---------- SUPPLIED DATA ----------

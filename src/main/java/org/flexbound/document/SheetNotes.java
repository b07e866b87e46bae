package org.flexbound.document;

import java.util.List;
import org.flexbound.finding.Findings;
import org.flexbound.finding.Where;

/**
 * What a reader of a sheet should know beside its values.
 *
 * @param hiddenSheet whether the whole sheet is hidden
 * @param hiddenRows how many hidden rows hold something
 * @param firstHiddenRow the first of them, from 1; 0 where there is none
 * @param hiddenColumns the hidden columns, as ranges such as {@code C:E}
 * @param mergedRanges the merged ranges in A1 notation
 */
public record SheetNotes(
    boolean hiddenSheet,
    int hiddenRows,
    int firstHiddenRow,
    List<String> hiddenColumns,
    List<String> mergedRanges) {

  /** Nothing to note. */
  public static final SheetNotes NONE = new SheetNotes(false, 0, 0, List.of(), List.of());

  /** Copies the lists. */
  public SheetNotes {
    hiddenColumns = List.copyOf(hiddenColumns);
    mergedRanges = List.copyOf(mergedRanges);
  }

  /**
   * Tells the user, with one finding for each kind of thing.
   *
   * @param sheet the place of the sheet
   * @param findings gets the findings
   */
  public void report(Where sheet, Findings findings) {
    if (hiddenSheet) {
      findings.add(DocumentFinding.HIDDEN, sheet, "the sheet is hidden; it was read all the same");
    }
    if (hiddenRows > 0) {
      findings.add(
          DocumentFinding.HIDDEN,
          sheet,
          hiddenRows
              + (hiddenRows == 1 ? " hidden row was" : " hidden rows were")
              + " read, the first of them row "
              + firstHiddenRow);
    }
    if (!hiddenColumns.isEmpty()) {
      findings.add(
          DocumentFinding.HIDDEN,
          sheet,
          "hidden columns were read: " + some(hiddenColumns));
    }
    if (!mergedRanges.isEmpty()) {
      findings.add(
          DocumentFinding.MERGED, sheet, "found merged cells: " + some(mergedRanges));
    }
  }

  private static String some(List<String> all) {
    int shown = Math.min(all.size(), 5);
    return String.join(", ", all.subList(0, shown))
        + (all.size() > shown ? " and " + (all.size() - shown) + " more" : "");
  }
}
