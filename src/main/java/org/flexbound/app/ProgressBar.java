package org.flexbound.app;

import java.io.PrintWriter;
import java.util.Locale;
import java.util.function.LongSupplier;
import org.flexbound.document.ReadProgress;

/**
 * A bar that shows how far the reading of a long file has come: one line that is written over, shown
 * only to a person at a terminal and only once the reading has taken a second.
 */
final class ProgressBar implements ReadProgress {
  private static final long PATIENCE = 1_000_000_000L;
  private static final long BETWEEN = 100_000_000L;
  private static final int WIDTH = 30;

  private final PrintWriter err;
  private final LongSupplier nanoseconds;
  private final long begun;
  private long shown;
  private int length;

  /**
   * A bar.
   *
   * @param err where it is shown
   * @param nanoseconds a clock
   */
  ProgressBar(PrintWriter err, LongSupplier nanoseconds) {
    this.err = err;
    this.nanoseconds = nanoseconds;
    this.begun = nanoseconds.getAsLong();
    this.shown = begun - BETWEEN;
  }

  @Override
  public void read(String file, double share) {
    long now = nanoseconds.getAsLong();
    if (now - begun < PATIENCE || now - shown < BETWEEN) {
      return;
    }
    shown = now;
    double done = Math.max(0, Math.min(1, share));
    int full = (int) Math.round(WIDTH * done);
    String line =
        "reading "
            + PlainText.of(file)
            + " ["
            + "#".repeat(full)
            + " ".repeat(WIDTH - full)
            + String.format(Locale.ROOT, "] %3.0f %%", 100 * done);
    over(line);
  }

  /** Takes the bar away. */
  void end() {
    if (length > 0) {
      over("");
      err.print('\r');
      err.flush();
    }
  }

  private void over(String line) {
    int width = PlainText.width(line);
    err.print('\r' + line + " ".repeat(Math.max(0, length - width)));
    err.flush();
    length = width;
  }
}
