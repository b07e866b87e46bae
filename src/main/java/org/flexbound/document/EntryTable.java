package org.flexbound.document;

import java.math.BigDecimal;
import java.util.ArrayList;
import java.util.Collections;
import java.util.LinkedHashMap;
import java.util.List;
import java.util.Locale;
import java.util.Map;
import java.util.Optional;
import org.flexbound.finding.Findings;
import org.flexbound.finding.Where;
import org.flexbound.quantity.NearestWord;

/**
 * A small sheet of entries under a header row, held in memory: the columns are known by their names
 * (upper and lower case alike, in any order), and a unit may stand in the header in brackets. A
 * number that the sheet shows in percent comes as the text {@code 1 %}, since the number behind it
 * (0.01) is not what its writer saw.
 *
 * <p>The header is the first row in which at least half of the required columns stand.
 */
public final class EntryTable {
  private final Where where;
  private final Map<String, Header> headers;
  private final List<Entry> entries;

  private EntryTable(Where where, Map<String, Header> headers, List<Entry> entries) {
    this.where = where;
    this.headers = headers;
    this.entries = List.copyOf(entries);
  }

  /**
   * A column's header.
   *
   * @param name the column's known name
   * @param unit the unit in brackets, or empty
   * @param where the header's cell
   */
  public record Header(String name, String unit, Where where) {}

  /**
   * One cell of a row.
   *
   * @param kind what it holds
   * @param text what it shows, empty if blank
   * @param number its number; NaN if it holds none
   * @param where its place
   */
  public record Value(CellKind kind, String text, double number, Where where) {
    /**
     * Whether nothing stands in the cell.
     *
     * @return true for a blank cell
     */
    public boolean isBlank() {
      return kind == CellKind.BLANK;
    }
  }

  /**
   * One row of entries.
   *
   * @param where the row's first cell
   * @param values the cells by the columns' known names; every known column is there
   */
  public record Entry(Where where, Map<String, Value> values) {
    /** Copies the map. */
    public Entry {
      values = Map.copyOf(values);
    }

    /**
     * A cell.
     *
     * @param column the column's known name
     * @return the cell; blank where the sheet has no such column
     */
    public Value get(String column) {
      Value value = values.get(column);
      if (value == null) {
        throw new IllegalArgumentException("the table has no column " + column);
      }
      return value;
    }
  }

  /**
   * Splits a header such as {@code X [mm]} into its name and its unit.
   *
   * @param text the header's text
   * @return name and unit; an empty unit where none stands
   */
  public static String[] nameAndUnit(String text) {
    int open = text.lastIndexOf('[');
    int close = text.lastIndexOf(']');
    if (open > 0 && close > open && text.substring(close + 1).isBlank()) {
      return new String[] {
        text.substring(0, open).strip(), text.substring(open + 1, close).strip()
      };
    }
    return new String[] {text.strip(), ""};
  }

  /**
   * Reads a sheet.
   *
   * @param sheet the sheet
   * @param required the columns that must be there
   * @param optional the columns that may be there
   * @param findings gets what is wrong with the header
   * @return the table; empty where no header row was found
   */
  public static Optional<EntryTable> read(
      Sheet sheet, List<String> required, List<String> optional, Findings findings) {
    Reader reader = new Reader(sheet, required, optional, findings);
    sheet.forEachRow(reader);
    return reader.table();
  }

  /**
   * A table that stands elsewhere than on a sheet: no header states a unit.
   *
   * @param where its place
   * @param columns the known columns
   * @param rows the cells of each row by column; a column that is left out is blank
   * @param places the place of each row
   * @return the table
   */
  public static EntryTable of(
      Where where, List<String> columns, List<Map<String, Value>> rows, List<Where> places) {
    Map<String, Header> headers = new LinkedHashMap<>();
    List<Entry> entries = new ArrayList<>();
    for (int r = 0; r < rows.size(); r++) {
      Map<String, Value> values = new LinkedHashMap<>();
      for (String column : columns) {
        Value value = rows.get(r).get(column);
        values.put(
            column,
            value == null ? new Value(CellKind.BLANK, "", Double.NaN, places.get(r)) : value);
        if (value != null) {
          headers.putIfAbsent(column, new Header(column, "", value.where()));
        }
      }
      entries.add(new Entry(places.get(r), values));
    }
    return new EntryTable(where, Collections.unmodifiableMap(headers), entries);
  }

  /**
   * The place of the sheet.
   *
   * @return file and sheet
   */
  public Where where() {
    return where;
  }

  /**
   * The header of a column.
   *
   * @param column its known name
   * @return the header, where the sheet has the column
   */
  public Optional<Header> header(String column) {
    return Optional.ofNullable(headers.get(column));
  }

  /**
   * The rows below the header that are not blank.
   *
   * @return the rows in order
   */
  public List<Entry> entries() {
    return entries;
  }

  private static final class Reader implements RowVisitor {
    private final Sheet sheet;
    private final List<String> required;
    private final List<String> known = new ArrayList<>();
    private final Findings findings;
    private final Map<String, Integer> columns = new LinkedHashMap<>();
    private final Map<String, Header> headers = new LinkedHashMap<>();
    private final List<Entry> entries = new ArrayList<>();
    private boolean found;

    Reader(Sheet sheet, List<String> required, List<String> optional, Findings findings) {
      this.sheet = sheet;
      this.required = required;
      this.findings = findings;
      known.addAll(required);
      known.addAll(optional);
    }

    @Override
    public boolean visit(Row row) {
      if (found) {
        entries.add(entry(row));
      } else if (isHeader(row)) {
        found = true;
        readHeader(row);
      }
      return true;
    }

    private Optional<String> knownName(String text) {
      String wanted = nameAndUnit(text)[0].toLowerCase(Locale.ROOT).replace('_', ' ');
      return known.stream()
          .filter(name -> name.toLowerCase(Locale.ROOT).equals(wanted))
          .findFirst();
    }

    private boolean isHeader(Row row) {
      int hits = 0;
      for (int column = 0; column < row.width(); column++) {
        if (knownName(row.text(column)).filter(required::contains).isPresent()) {
          hits++;
        }
      }
      return 2 * hits >= required.size() && hits > 0;
    }

    private void readHeader(Row row) {
      for (int column = 0; column < row.width(); column++) {
        String text = row.text(column);
        if (text.isEmpty()) {
          continue;
        }
        Optional<String> name = knownName(text);
        if (name.isEmpty()) {
          findings.add(
              DocumentFinding.UNKNOWN_KEY,
              row.where(column),
              "found the column '"
                  + text
                  + "'; expected one of "
                  + String.join(", ", known)
                  + NearestWord.question(nameAndUnit(text)[0], known));
        } else if (columns.containsKey(name.get())) {
          findings.add(
              DocumentFinding.WRONG_KIND,
              row.where(column),
              "the column '" + name.get() + "' stands twice; expected it once");
        } else {
          columns.put(name.get(), column);
          headers.put(
              name.get(), new Header(name.get(), nameAndUnit(text)[1], row.where(column)));
        }
      }
      for (String name : required) {
        if (!columns.containsKey(name)) {
          findings.add(
              DocumentFinding.ABSENT,
              sheet.where(),
              "the header has no column '" + name + "'");
        }
      }
    }

    private Entry entry(Row row) {
      Map<String, Value> values = new LinkedHashMap<>();
      for (String name : known) {
        Integer column = columns.get(name);
        values.put(
            name,
            column == null
                ? new Value(CellKind.BLANK, "", Double.NaN, row.where(0))
                : value(row, column));
      }
      return new Entry(row.where(0), values);
    }

    /** A number shown in percent is what the user sees, so that 0.01 shown as 1 % reads "1 %". */
    private static Value value(Row row, int column) {
      if (row.kind(column) == CellKind.NUMBER && row.isPercent(column)) {
        String shown =
            new BigDecimal(Double.toString(row.number(column)))
                .movePointRight(2)
                .stripTrailingZeros()
                .toPlainString();
        return new Value(CellKind.TEXT, shown + " %", Double.NaN, row.where(column));
      }
      return new Value(
          row.kind(column), row.text(column), row.number(column), row.where(column));
    }

    Optional<EntryTable> table() {
      if (!found) {
        findings.add(
            DocumentFinding.ABSENT,
            sheet.where(),
            "found no header row; expected the columns " + String.join(", ", required));
        return Optional.empty();
      }
      return Optional.of(new EntryTable(sheet.where(), Map.copyOf(headers), entries));
    }
  }
}
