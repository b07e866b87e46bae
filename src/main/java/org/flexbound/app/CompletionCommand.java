package org.flexbound.app;

import java.util.concurrent.Callable;
import picocli.AutoComplete;
import picocli.CommandLine.Command;
import picocli.CommandLine.Model.CommandSpec;
import picocli.CommandLine.Spec;

/** Prints the script that completes the program's words in a shell. */
@Command(
    mixinStandardHelpOptions = true,
    versionProvider = Version.class,
    description = {
      "Prints a script that lets bash and zsh complete the words of flexbound.",
      "",
      "  source <(flexbound completion)"
    })
final class CompletionCommand implements Callable<Integer> {
  private final Terminal terminal;

  @Spec
  @SuppressWarnings("NullAway.Init") // picocli sets it before call() is called
  private CommandSpec spec;

  CompletionCommand(Terminal terminal) {
    this.terminal = terminal;
  }

  @Override
  public Integer call() {
    terminal.out().print(AutoComplete.bash("flexbound", spec.root().commandLine()));
    return ExitCode.DONE.number();
  }
}
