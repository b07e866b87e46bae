package org.flexbound.app;

import java.nio.charset.StandardCharsets;
import java.nio.file.Path;
import java.util.ArrayList;
import java.util.List;
import org.flexbound.compare.Comparison;
import org.flexbound.compare.ConfiguredFrame;
import org.flexbound.compare.FlexibilityComparator;
import org.flexbound.compare.OutsideModel;
import org.flexbound.document.OutputFolder;
import org.flexbound.finding.Findings;
import org.flexbound.finding.Outcome;
import org.flexbound.finding.Refusal;
import org.flexbound.flexibility.MeasuredFlexibility;
import org.flexbound.frame.FrameModel;
import org.flexbound.frame.FrameWriter;
import org.flexbound.reduce.Places;
import org.flexbound.reduce.PlannedFlexibility;
import org.flexbound.reduce.Reducer;
import org.flexbound.reduce.Reduction;
import org.flexbound.reduce.ReductionProblem;
import org.flexbound.reduce.TestPlanner;
import org.flexbound.report.ReportFiles;
import org.flexbound.report.gather.Gathering;
import org.flexbound.report.results.Results;
import org.flexbound.study.Study;
import org.flexbound.testlog.TestLog;
import org.flexbound.testlog.LogFile;
import org.flexbound.study.Parameter;
import org.flexbound.update.OutsideUpdate;
import org.flexbound.update.StudyUpdate;
import org.flexbound.update.UpdateSettings;
import org.flexbound.update.UpdateResult;

/** The steps of the commands that read a test. */
final class Work {
  private final Terminal terminal;
  private final OutputOptions output;

  Work(Terminal terminal, OutputOptions output) {
    this.terminal = terminal;
    this.output = output;
  }

  ExitCode reduce(Path file) {
    return finish(reduced(file), new OutputFolder(output.folder), false);
  }

  /** Reads a log and reduces it; nothing is written or printed. */
  Results reduced(Path file) {
    String name = String.valueOf(file.getFileName());
    Findings findings = new Findings();
    Outcome<TestLog> read =
        terminal.withProgress(progress -> LogFile.read(file, name, progress));
    findings.addAll(read.findings());
    findings.refuseIfErrors();
    TestLog log = read.orRefuse();
    Outcome<Reduction> reduced =
        Reducer.reduce(new ReductionProblem(Study.ONLY_CONFIGURATION, log, Places.STATED));
    findings.addAll(reduced.findings());
    findings.refuseIfErrors();
    Gathering gathering = new Gathering("reduce");
    log.inputs().forEach(gathering::input);
    gathering.configuration(
        log, name, reduced.value().orElseThrow(() -> new Refusal(findings.list())), List.of());
    gathering.findings(findings.list());
    return gathering.results();
  }

  /** Writes the outputs of results that bring nothing else. */
  List<Path> write(Results results) {
    OutputFolder folder = new OutputFolder(output.folder);
    ReportFiles.add(folder, results, output.units);
    return folder.write();
  }

  /** Writes and prints. */
  void show(Results results) {
    finish(results, new OutputFolder(output.folder), false);
  }

  ExitCode compare(Path file) {
    StudyFiles files = terminal.withProgress(progress -> StudyFiles.read(file, progress));
    Prepared prepared = prepare("compare", files);
    return finish(prepared.gathering().results(), new OutputFolder(output.folder), false);
  }

  ExitCode update(Path file) {
    StudyFiles files = terminal.withProgress(progress -> StudyFiles.read(file, progress));
    Prepared prepared = prepare("update", files);
    Outcome<UpdateResult> updated =
        files.tables().isEmpty()
            ? StudyUpdate.run(files.study(), files.model(), prepared.measured())
            : OutsideUpdate.run(
                files.study(), files.tables(), prepared.measured(), UpdateSettings.FULL);
    prepared.gathering().findings(updated.findings());
    if (updated.hasErrors() || updated.value().isEmpty()) {
      throw new Refusal(updated.findings());
    }
    UpdateResult result = updated.value().get();
    prepared.gathering().update(result);
    OutputFolder folder = new OutputFolder(output.folder);
    if (files.tables().isEmpty()) {
      FrameModel model = StudyUpdate.updatedModel(files.model(), result);
      folder.add("updated-model.json", FrameWriter.write(model).getBytes(StandardCharsets.UTF_8));
    }
    return finish(prepared.gathering().results(), folder, result.undecided());
  }

  /** Says which status each parameter would get, before any reading exists. */
  ExitCode beforeTest(Path file) {
    StudyFiles files =
        terminal.withProgress(progress -> StudyFiles.read(file, progress, true));
    Findings findings = new Findings();
    findings.addAll(files.findings());
    Gathering gathering = new Gathering("update --before-test");
    gathering.title(files.study().title());
    files.inputs().forEach(gathering::input);
    files.frame().ifPresent(model -> gathering.model(model, files.study().model().orElse("")));
    List<MeasuredFlexibility> expected = new ArrayList<>();
    for (StudyFiles.Tested tested : files.tested()) {
      TestLog log = tested.log();
      Outcome<PlannedFlexibility> planned =
          computed(files, tested)
              .then(
                  computed ->
                      TestPlanner.plan(
                          new ReductionProblem(tested.configuration(), log, tested.places()),
                          computed));
      findings.addAll(planned.findings());
      planned
          .value()
          .ifPresent(
              plan -> {
                expected.add(plan.flexibility());
                gathering.planned(log, tested.file(), plan, tested.changes());
              });
    }
    findings.refuseIfErrors();
    Outcome<UpdateResult> forecast =
        files.tables().isEmpty()
            ? StudyUpdate.beforeTest(files.study(), files.model(), expected)
            : OutsideUpdate.run(
                files.study(), files.tables(), expected, UpdateSettings.ESTIMATES);
    findings.addAll(forecast.findings());
    findings.refuseIfErrors();
    gathering.findings(findings.list());
    UpdateResult result = forecast.value().orElseThrow(() -> new Refusal(findings.list()));
    gathering.update(result);
    return finish(
        gathering.results(), new OutputFolder(output.folder), !result.convergence().converged());
  }

  /** The computed coefficients of a planned test, gauges × loads. */
  private static Outcome<double[][]> computed(StudyFiles files, StudyFiles.Tested tested) {
    TestLog log = tested.log();
    return files.tables().isEmpty()
        ? ConfiguredFrame.nominal(tested.model(), log.gauges(), log.loads())
        : OutsideModel.matrix(
            files.tables().get(0), tested.configuration(), log.gauges(), log.loads());
  }

  /** What both commands on a study come to before they part. */
  private record Prepared(Gathering gathering, List<MeasuredFlexibility> measured) {}

  private static Prepared prepare(String command, StudyFiles files) {
    Findings findings = new Findings();
    findings.addAll(files.findings());
    Gathering gathering = new Gathering(command);
    gathering.title(files.study().title());
    files.inputs().forEach(gathering::input);
    files.frame().ifPresent(model -> gathering.model(model, files.study().model().orElse("")));
    List<MeasuredFlexibility> measured = new ArrayList<>();
    for (StudyFiles.Tested tested : files.tested()) {
      Outcome<Reduction> reduced =
          Reducer.reduce(
              new ReductionProblem(
                  tested.configuration(), tested.log(), tested.places()));
      findings.addAll(reduced.findings());
      reduced
          .value()
          .ifPresent(
              reduction -> {
                measured.add(reduction.flexibility());
                gathering.configuration(
                    tested.log(), tested.file(), reduction, tested.changes());
              });
    }
    findings.refuseIfErrors();
    Outcome<Comparison> compared =
        files.tables().isEmpty()
            ? FlexibilityComparator.compare(
                files.study(), files.model(), measured, files.modes())
            : FlexibilityComparator.compareOutside(
                files.tables().get(0),
                files.study().parameters().stream().map(Parameter::name).toList(),
                measured);
    findings.addAll(compared.findings());
    findings.refuseIfErrors();
    compared.value().ifPresent(gathering::comparison);
    gathering.findings(findings.list());
    return new Prepared(gathering, measured);
  }

  /** Writes, prints, and says how the command ended. */
  private ExitCode finish(Results results, OutputFolder folder, boolean undecided) {
    ReportFiles.add(folder, results, output.units);
    List<Path> written = folder.write();
    Summary summary = new Summary(terminal, results, output.units);
    summary.print();
    summary.written(written);
    return undecided ? ExitCode.UNDECIDED : ExitCode.DONE;
  }
}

----------

= EXERCISE REQUIREMENTS =
Above are the lines; repeat exactly the ones from the line containing "its writer saw." down to the line containing "it holds none", both inclusive.

= WRITTEN SOLUTION =
 * (0.01) is not what its writer saw.
 *
 * <p>The header is the first row in which at least half of the required columns stand.
 */
public final class EntryTable {
  private final Where where;
  private final Map<String, Header> headers;
  private final List<Entry> entries;

  private EntryTable(Where where, Map<String, Header> headers, List<Entry> entries) {
    this.where = where;
    this.headers = headers;
    this.entries = List.copyOf(entries);
  }

  /**
   * A column's header.
   *
   * @param name the column's known name
   * @param unit the unit in brackets, or empty
   * @param where the header's cell
   */
  public record Header(String name, String unit, Where where) {}

  /**
   * One cell of a row.
   *
   * @param kind what it holds
   * @param text what it shows, empty if blank
   * @param number its number; NaN if it holds none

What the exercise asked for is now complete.